After getting the seat and brackets mounted I decided to mount the stadium seat to keep it from sliding. The way they make these thing it was a bugger trying to figure out how to secure it, so after finding some spare straping this is what I decided to do.




This what I have came up with so far with the outriggers. I'm not sure how long to extent these out and want to change the pvc shafts out with aluminum like a paddle shaft that seperates in the middle, because the pvc and the ramrods do add weight to the top of the canoe. Hopefully I can do some tests soon. I have figured a way to mount the shaft to the ramrods.




This is how long I think the shaft should be, and does anyone have any ideas as to what kind of foam to use. I was thinking about ordering the bullet crab floats or making some and covering it with glass. I just dont know what to do.


----------



## FERAL ONE (Feb 2, 2011)

azn, what about boat bumpers ? right size and shape for it and they are light and cheap.


----------



## The Original Rooster (Feb 2, 2011)

FERAL ONE said:


> azn, what about boat bumpers ? right size and shape for it and they are light and cheap.



I think you're right. Boat bumpers would do the trick. There are several different sizes, styles, and colors out there so it shouldn't be hard to find something that works.


----------



## aznflycaster (Feb 2, 2011)

How would you mount the boat bumpers to the pvc, I thought they were hollow and full of air.


----------



## The Original Rooster (Feb 2, 2011)

aznflycaster said:


> How would you mount the boat bumpers to the pvc, I thought they were hollow and full of air.

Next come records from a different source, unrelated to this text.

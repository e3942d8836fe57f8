package strength

import (
	"strconv"
	"strings"
)

// Mark says how a value is known. The zero Mark is Given.
type Mark struct {
	kind    markKind
	percent int    // of FromMemory
	set     string // of FromCurveSet
}

type markKind uint8

const (
	given markKind = iota
	seen
	curveSet
	derived
	commonPractice
	memory
)

// The marks without a parameter.
var (
	Given          = Mark{kind: given}          // the caller's own value
	Seen           = Mark{kind: seen}           // read in the source that is named
	Derived        = Mark{kind: derived}        // derived or computed for this project
	CommonPractice = Mark{kind: commonPractice} // a habit of the trade without a source
)

// FromMemory marks a value remembered from its source, percent sure.
func FromMemory(percent int) Mark { return Mark{kind: memory, percent: percent} }

// FromCurveSet marks a value read from a curve set, named as id@version.
func FromCurveSet(name string) Mark { return Mark{kind: curveSet, set: name} }

// Weaker reports whether m says less for its value than n.
func (m Mark) Weaker(n Mark) bool {
	if m.kind != n.kind {
		return m.kind > n.kind
	}
	return m.percent < n.percent
}

// Weakest returns the weakest of the marks; of none, Given.
func Weakest(marks ...Mark) Mark {
	w := Given
	for _, m := range marks {
		if m.Weaker(w) {
			w = m
		}
	}
	return w
}

// String writes a mark as answers carry it.
func (m Mark) String() string {
	switch m.kind {
	case seen:
		return "seen"
	case curveSet:
		return "curve set " + m.set
	case derived:
		return "derived"
	case commonPractice:
		return "common practice"
	case memory:
		return memoryTexts[min(max(m.percent, 0), len(memoryTexts)-1)]
	default:
		return "given"
	}
}

// memoryTexts are written once: every step of an answer has a mark.
var memoryTexts = func() (texts [101]string) {
	for percent := range texts {
		texts[percent] = "memory " + strconv.Itoa(percent) + "%"
	}
	return texts
}()

// ParseMark reads what String wrote, but for the marks of curve sets, which no
// value of a material or a fastener can have.
func ParseMark(s string) (Mark, bool) {
	for _, m := range []Mark{Given, Seen, Derived, CommonPractice} {
		if s == m.String() {
			return m, true
		}
	}
	digits, ok := strings.CutPrefix(s, "memory ")
	if !ok {
		return Mark{}, false
	}
	percent, err := strconv.Atoi(strings.TrimSuffix(digits, "%"))
	if err != nil || percent < 1 || percent > 99 || s != FromMemory(percent).String() {
		return Mark{}, false
	}
	return FromMemory(percent), true
}
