// TestInvalid: what can be read and not used is 422, with every place at once.
func TestInvalid(t *testing.T) {
	c := serve(t, storetest.SQLite(t))
	lug, clevis := example(t, "calculateLug", "lugSI"), example(t, "calculateLug", "clevisJoint")
	group, record := example(t, "calculateFastenerGroup", "boltPattern"), example(t, "addRecord", "record")
	splice, steps := example(t, "calculateSplice", "capSplice"), example(t, "findSpliceSteps", "evenCap")
	sizes := example(t, "sizeFastenerGroup", "boltsOfBracket")
	type changes = map[string]any
	type at = []string
	cases := func(ids ...string) []any {
		var list []any
		for _, id := range ids {
			list = append(list, changes{"id": id, "level": "limit", "force": 1000, "angle": 0})
		}
		return list
	}
	bolt := func(id string, x, y float64) changes { return changes{"id": id, "x": x, "y": y, "diameter": 0.25} }
	load := func(point, force, moment [3]float64) []any {
		return []any{changes{"id": "L", "level": "limit", "point": point, "force": force, "moment": moment}}
	}
	bare := func(c changes) changes {
		c["/plates"], c["/rules"] = []any{}, []any{}
		return c
	}
	for _, k := range []struct {
		name, target string
		body         []byte
		changes      changes
		pointers     at
	}{
		{"hole as wide as the lug", "/v1/lugs", lug, changes{"/lug/hole_diameter": 60, "/lug/edge_distance": 70}, at{"/lug/hole_diameter"}},
		{"hole wider than the lug", "/v1/lugs", lug, changes{"/lug/hole_diameter": 80, "/lug/edge_distance": 70}, at{"/lug/hole_diameter"}},
		{"edge distance of half the hole", "/v1/lugs", lug, changes{"/lug/shape": "square", "/lug/edge_distance": 10}, at{"/lug/edge_distance"}},
		{"round end shorter than half the width", "/v1/lugs", lug, changes{"/lug/edge_distance": 29}, at{"/lug/edge_distance"}},
		{"zero sizes", "/v1/lugs", lug, changes{"/lug/thickness": 0}, at{"/lug/thickness"}},
		{"negative size", "/v1/lugs", lug, changes{"/lug/thickness": -12}, at{"/lug/thickness"}},
		{"size too small", "/v1/lugs", lug, changes{"/lug/thickness": 1e-10}, at{"/lug/thickness"}},
		{"size too large", "/v1/lugs", lug, changes{"/lug/thickness": 2e9}, at{"/lug/thickness"}},
		{"negative force", "/v1/lugs", lug, changes{"/load_cases/0/force": -1}, at{"/load_cases/0/force"}},
		{"force beyond all", "/v1/lugs", lug, changes{"/load_cases/0/force": 1e300}, at{"/load_cases/0/force"}},
		{"angle beyond all", "/v1/lugs", lug, changes{"/load_cases/0/angle": 1e6}, at{"/load_cases/0/angle"}},
		{"factors below 1", "/v1/lugs", lug, changes{"/factors/ultimate": 0.99, "/factors/fitting": 0}, at{"/factors/fitting", "/factors/ultimate"}},
		{"no load case", "/v1/lugs", lug, changes{"/load_cases": []any{}}, at{"/load_cases"}},
		{"no method", "/v1/lugs", lug, changes{"/methods": []any{}}, at{"/methods"}},
		{"an unknown method", "/v1/lugs", lug, changes{"/methods": []any{"elementary", "guesswork"}}, at{"/methods/1"}},
		{"an unknown revision", "/v1/lugs", lug, changes{"/methods": []any{"elementary@99"}}, at{"/methods/0"}},
		{"a method twice", "/v1/lugs", lug, changes{"/methods": []any{"elementary", "elementary@1"}}, at{"/methods/1"}},
		{"an unknown material", "/v1/lugs", lug, changes{"/lug/material": "unobtainium"}, at{"/lug/material"}},
		{"a stress of zero", "/v1/lugs", lug, changes{"/lug/material/ftu": 0}, at{"/lug/material/ftu"}},
		{"no bearing ratios", "/v1/lugs", lug, changes{"/lug/material/bearing": []any{}}, at{"/lug/material/bearing"}},
		{"a bearing ratio of zero", "/v1/lugs", lug, changes{"/lug/material/bearing/0/e_over_d": 0}, at{"/lug/material/bearing/0/e_over_d"}},
		{"a mark of its own", "/v1/lugs", lug, changes{"/lug/material/mark": "certain"}, at{"/lug/material/mark"}},
		{"ids twice", "/v1/lugs", lug, changes{"/load_cases": cases("a", "b", "a")}, at{"/load_cases/2/id"}},
		{"no id", "/v1/lugs", lug, changes{"/load_cases": cases("")}, at{"/load_cases/0/id"}},
		{"a long id", "/v1/lugs", lug, changes{"/load_cases": cases(strings.Repeat("é", 201))}, at{"/load_cases/0/id"}},
		{"an id with a line break", "/v1/lugs", lug, changes{"/load_cases": cases("a\nb")}, at{"/load_cases/0/id"}},
		{"an id with a zero", "/v1/lugs", lug, changes{"/load_cases": cases("a\x00b")}, at{"/load_cases/0/id"}},
		{"a long title", "/v1/lugs", lug, changes{"/title": strings.Repeat("é", 2001)}, at{"/title"}},
		{"an option of another method", "/v1/lugs", lug, changes{"/method_options": changes{"guesswork": changes{}}}, at{"/method_options/guesswork"}},
		{"an unknown option", "/v1/lugs", lug, changes{"/method_options": changes{"elementary": changes{"a/b~c": 1}}}, at{"/method_options/elementary/a~1b~0c"}},
		{"an option beyond its range", "/v1/lugs", clevis, changes{"/method_options/elementary/pin_bending_factor": 1.8}, at{"/method_options/elementary/pin_bending_factor"}},
		{"an option of another type", "/v1/lugs", clevis, changes{"/method_options/elementary/pin_bending_factor": "plastic"}, at{"/method_options/elementary/pin_bending_factor"}},
		{"a factor for nobody", "/v1/lugs", lug, changes{"/factors/special": []any{changes{"name": "casting", "value": 2, "members": []any{"wing"}}}}, at{"/factors/special/0/members/0"}},
		{"a factor for an unknown mode", "/v1/lugs", lug, changes{"/factors/special": []any{changes{"name": "casting", "value": 2, "modes": []any{"melting"}}}}, at{"/factors/special/0/modes/0"}},
		{"an unknown joint", "/v1/lugs", lug, changes{"/joint": "triple-shear"}, at{"/joint"}},
		{"single shear without its mate", "/v1/lugs", lug, changes{"/joint": "single-shear"}, at{"/clevis"}},
		{"a taper on a round lug", "/v1/lugs", lug, changes{"/lug/taper_angle": 10}, at{"/lug/taper_angle"}},
		{"a pin wider than its hole", "/v1/lugs", clevis, changes{"/bushing": removed, "/clevis/bushing": removed, "/pin/diameter": 26}, at{"/pin/diameter"}},
		{"a bushing without wall", "/v1/lugs", clevis, changes{"/pin/diameter": 25}, at{"/bushing", "/clevis/bushing"}},
		{"a bore as wide as the pin", "/v1/lugs", clevis, changes{"/pin/inner_diameter": 20}, at{"/pin/inner_diameter"}},
		{"an offset without material beside it", "/v1/lugs", lug, changes{"/lug/offset": -20}, at{"/lug/offset"}},
		{
			"everything at once", "/v1/lugs", lug,
			changes{"/lug/thickness": 0, "/lug/material": "unobtainium", "/methods/0": "guesswork", "/factors/ultimate": 0, "/load_cases/0/force": -5},
			at{"/factors/ultimate", "/load_cases/0/force", "/lug/material", "/lug/thickness", "/methods/0"},
		},

		{"no fastener", "/v1/fastener-groups", group, changes{"/fasteners": []any{}}, at{"/fasteners"}},
		{"a fastener of no size", "/v1/fastener-groups", group, changes{"/fasteners/2/diameter": 0}, at{"/fasteners/2/diameter"}},
		{"fastener ids twice", "/v1/fastener-groups", group, changes{"/fasteners/2/id": "1"}, at{"/fasteners/2/id"}},
		{"fasteners in one place", "/v1/fastener-groups", group, changes{"/fasteners/1/x": 0}, at{"/fasteners/1/x"}},
		{"three shear planes", "/v1/fastener-groups", group, changes{"/fasteners/1/shear_planes": 3}, at{"/fasteners/1/shear_planes"}},
		{"an unknown stiffness", "/v1/fastener-groups", group, changes{"/stiffness": "soft"}, at{"/stiffness"}},
		{"an unknown interaction", "/v1/fastener-groups", group, changes{"/interaction": "9-9"}, at{"/interaction"}},
		{"an unknown set of rules", "/v1/fastener-groups", group, changes{"/rules": []any{"whim"}}, at{"/rules/0"}},
		{"an unknown fastener type", "/v1/fastener-groups", group, changes{"/fasteners/0/type": "nail"}, at{"/fasteners/0/type"}},
		{"a thread deeper than its bolt", "/v1/fastener-groups", group, changes{"/fasteners/0/type": changes{"ftu": 1, "thread": changes{"form": "iso", "pitch": 3}}}, at{"/fasteners/0/type/thread/pitch"}},
		{"stiffness given by none", "/v1/fastener-groups", group, bare(changes{"/stiffness": "given", "/fasteners": []any{bolt("a", 0, 0)}, "/load_cases": load([3]float64{}, [3]float64{1, 0, 0}, [3]float64{})}), at{"/fasteners/0/shear_stiffness", "/fasteners/0/tension_stiffness"}},
		{"one fastener under a moment of its force", "/v1/fastener-groups", group, bare(changes{"/fasteners": []any{bolt("a", 0, 0)}, "/load_cases": load([3]float64{1, 0, 0}, [3]float64{0, 1, 0}, [3]float64{})}), at{"/load_cases/0/point"}},
		{"one fastener under a moment", "/v1/fastener-groups", group, bare(changes{"/fasteners": []any{bolt("a", 0, 0)}, "/load_cases": load([3]float64{}, [3]float64{}, [3]float64{1, 0, 0})}), at{"/load_cases/0/moment"}},
		{"fasteners in line under a moment about it", "/v1/fastener-groups", group, bare(changes{"/fasteners": []any{bolt("a", 0, 0), bolt("b", 1, 1), bolt("c", 3, 3)}, "/load_cases": load([3]float64{}, [3]float64{}, [3]float64{1, 1, 0})}), at{"/load_cases/0/moment"}},
		{"an outline that crosses itself", "/v1/fastener-groups", group, changes{"/plates/0/outline": [][2]float64{{-0.5, -0.5}, {2.5, 3.5}, {2.5, -0.5}, {-0.5, 3.5}}}, at{"/plates/0/outline"}},
		{"an outline that leaves a hole outside", "/v1/fastener-groups", group, changes{"/plates/0/outline": [][2]float64{{-0.5, -0.5}, {1.5, -0.5}, {1.5, 3.5}, {-0.5, 3.5}}}, at{"/plates/0/outline"}},
		{"an outline of two corners", "/v1/fastener-groups", group, changes{"/plates/0/outline": [][2]float64{{-0.5, -0.5}, {1.5, -0.5}}}, at{"/plates/0/outline"}},
		{"a countersink deeper than its plate", "/v1/fastener-groups", group, changes{"/plates/0/countersink_depth": 0.3}, at{"/plates/0/countersink_depth"}},
		{"a share above 1", "/v1/fastener-groups", group, changes{"/plates/0/load_share": 1.1}, at{"/plates/0/load_share"}},
		{"a force beyond all", "/v1/fastener-groups", group, changes{"/load_cases/0/force": []any{0, 1e13, 0}}, at{"/load_cases/0/force/1"}},

		{"members that do not balance", "/v1/splices", splice, changes{"/load_cases/0/ends/1/right": 900}, at{"/load_cases/0/ends"}},
		{"a pitch too few", "/v1/splices", splice, changes{"/pitches": []any{1, 1}}, at{"/pitches"}},
		{"a bay too few", "/v1/splices", splice, changes{"/members/0/bays": []any{changes{"thickness": 0.1, "width": 1}}}, at{"/members/0/bays"}},
		{"no compliance where it is given", "/v1/splices", splice, changes{"/rows/2/compliance": removed}, at{"/rows/2/compliance"}},
		{"a negative compliance", "/v1/splices", splice, changes{"/rows/2/compliance": -1e-6}, at{"/rows/2/compliance"}},
		{"an unknown formula", "/v1/splices", splice, changes{"/compliance": "soft"}, at{"/compliance"}},
		{
			"a formula twice, once by its revision", "/v1/splices", splice,
			changes{"/compare_compliance": []any{"swift", "swift@1"}},
			at{"/compare_compliance/1", "/members/0/row_thickness", "/members/1/row_thickness", "/rows/0/e", "/rows/1/e", "/rows/2/e", "/rows/3/e"},
		},
		{"member ids twice", "/v1/splices", splice, changes{"/members/1/id": "cap", "/load_cases/0/ends/1/member": "cap"}, at{"/load_cases/0/ends/1/member", "/members/1/id"}},
		{"a row outside the splice", "/v1/splices", splice, changes{"/members/0/last_row": 9}, at{"/members/0/last_row"}},
		{"no diameters to choose from", "/v1/fastener-groups/sizing", sizes, changes{"/diameters": []any{}, "/types": removed}, at{"/diameters"}},
		{"a diameter of zero", "/v1/fastener-groups/sizing", sizes, changes{"/diameters/0": 0, "/types": removed}, at{"/diameters/0"}},
		{"a size for a pattern that is none", "/v1/fastener-groups/sizing", sizes, changes{"/input/fasteners/1/id": "1"}, at{"/input/fasteners/1/id"}},
		{"steps of a member that is none", "/v1/splices/steps", steps, changes{"/bounds/0/member": "wing"}, at{"/bounds/0/member"}},
		{"steps of a splice that is none", "/v1/splices/steps", steps, changes{"/input/pitches/0": 0}, at{"/input/pitches/0"}},
		{"bounds upside down", "/v1/splices/steps", steps, changes{"/bounds/0/least": 0.3}, at{"/bounds/0/most"}},
		{"an unknown goal", "/v1/splices/steps", steps, changes{"/goal": "lightest"}, at{"/goal"}},

		{"a record of nothing", "/v1/records", record, changes{"/subject/part": "", "/geometry_digest": "", "/input/lug/thickness": 0}, at{"/geometry_digest", "/input/lug/thickness", "/subject/part"}},
		{"a long note", "/v1/records", record, changes{"/note": strings.Repeat("x", 2001)}, at{"/note"}},

		{"the impact of nothing", "/v1/impact", example(t, "findImpact", "method"), changes{"/withdrawn": map[string]any{}}, at{"/withdrawn"}},
		{"the impact of two things", "/v1/impact", example(t, "findImpact", "method"), changes{"/withdrawn/material": "SM plate"}, at{"/withdrawn"}},
		{"the impact from a cursor of another kind", "/v1/impact", example(t, "findImpact", "method"), changes{"/cursor": "x"}, at{"/cursor"}},
		{"a release of no joints", "/v1/release-checks", example(t, "checkRelease", "checkIn"), changes{"/joints": []any{}}, at{"/joints"}},
		{"a release of a joint twice", "/v1/release-checks", example(t, "checkRelease", "checkIn"), changes{"/joints/1/joint": "boom hinge lower"}, at{"/joints/1/joint"}},
		{"an unknown policy", "/v1/release-checks", example(t, "checkRelease", "checkIn"), changes{"/policy": "lenient"}, at{"/policy"}},
		{"a curve set without a name", "/v1/curve-sets", example(t, "addCurveSet", "invented"), changes{"/id": "a@b"}, at{"/id"}},
		{"points that do not ascend", "/v1/curve-sets", example(t, "addCurveSet", "invented"), changes{"/charts/Kt/curves/0/points/1/0": 1.5}, at{"/charts/Kt/curves/0/points/1"}},
		{"replays of an unknown kind", "/v1/replays", example(t, "replayRecords", "correctedAllowable"), changes{"/filter/kind": "glue", "/filter/since": "yesterday"}, at{"/filter/kind", "/filter/since"}},
	} {
		a := c.do(t, post(k.target, edited(t, k.body, k.changes)))
		if a.status != http.StatusUnprocessableEntity {
			t.Errorf("%s: %d: %.1000s", k.name, a.status, a.body)
		} else if !slices.Equal(a.pointers(), k.pointers) {
			t.Errorf("%s: found %q, want %q: %s", k.name, a.pointers(), k.pointers, a.body)
		}
	}
	for target, pointers := range map[string]at{
		"/v1/records?limit=0": {"/limit"}, "/v1/records?limit=501": {"/limit"}, "/v1/records?limit=ten": {"/limit"},
		"/v1/records?cursor=x": {"/cursor"}, "/v1/records?since=now&until=then": {"/since", "/until"}, "/v1/records?latest=yes": {"/latest"},
		"/v1/records?kind=glue&state=lost&verdict=fine": {"/kind", "/state", "/verdict"},
		"/v1/export?from=-1":                            {"/from"}, "/v1/export?from=1": {"/from"}, "/v1/export?from=x": {"/from"},
		"/v1/parts": {"/part"}, "/v1/parts/changes?part=SM-214": {"/from", "/to"},
		"/v1/checkpoint/consistency": {"/from"}, "/v1/checkpoint/consistency?from=1": {"/from"}, "/v1/checkpoint/consistency?from=0&to=1": {"/to"},
	} {
		a := c.do(t, get(target))
		if a.status != http.StatusUnprocessableEntity || !slices.Equal(a.pointers(), pointers) {
			t.Errorf("%s: %d: %s", target, a.status, a.body)
		}
	}
	w := newWorld(t, storetest.SQLite(t))
	for target, body := range map[string]string{
		"sign-offs":  `{"role":"admired","statement":""}`,
		"withdrawal": `{"reason":""}`,
	} {
		a := w.callers[service.Approver].do(t, post("/v1/records/"+w.record+"/"+target, []byte(body))).want(t, http.StatusUnprocessableEntity)
		if want := map[string]at{"sign-offs": {"/role", "/statement"}, "withdrawal": {"/reason"}}[target]; !slices.Equal(a.pointers(), want) {
			t.Errorf("%s: %s", target, a.body)
		}
	}
}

They are, but they have an eye at each end that you could use to attach them to your outriggers.


----------



## The Original Rooster (Feb 2, 2011)

Like this:


----------



## aznflycaster (Feb 2, 2011)

As far as bouyancy vs weight  which do yall think would be better, I believe the foam will be lighter but not as much bouyancy as the bumpers. Looks like I have some research to do.


----------



## wgatling (Feb 5, 2011)

I would just get one of those "pool noodles" and glue it to your PVC.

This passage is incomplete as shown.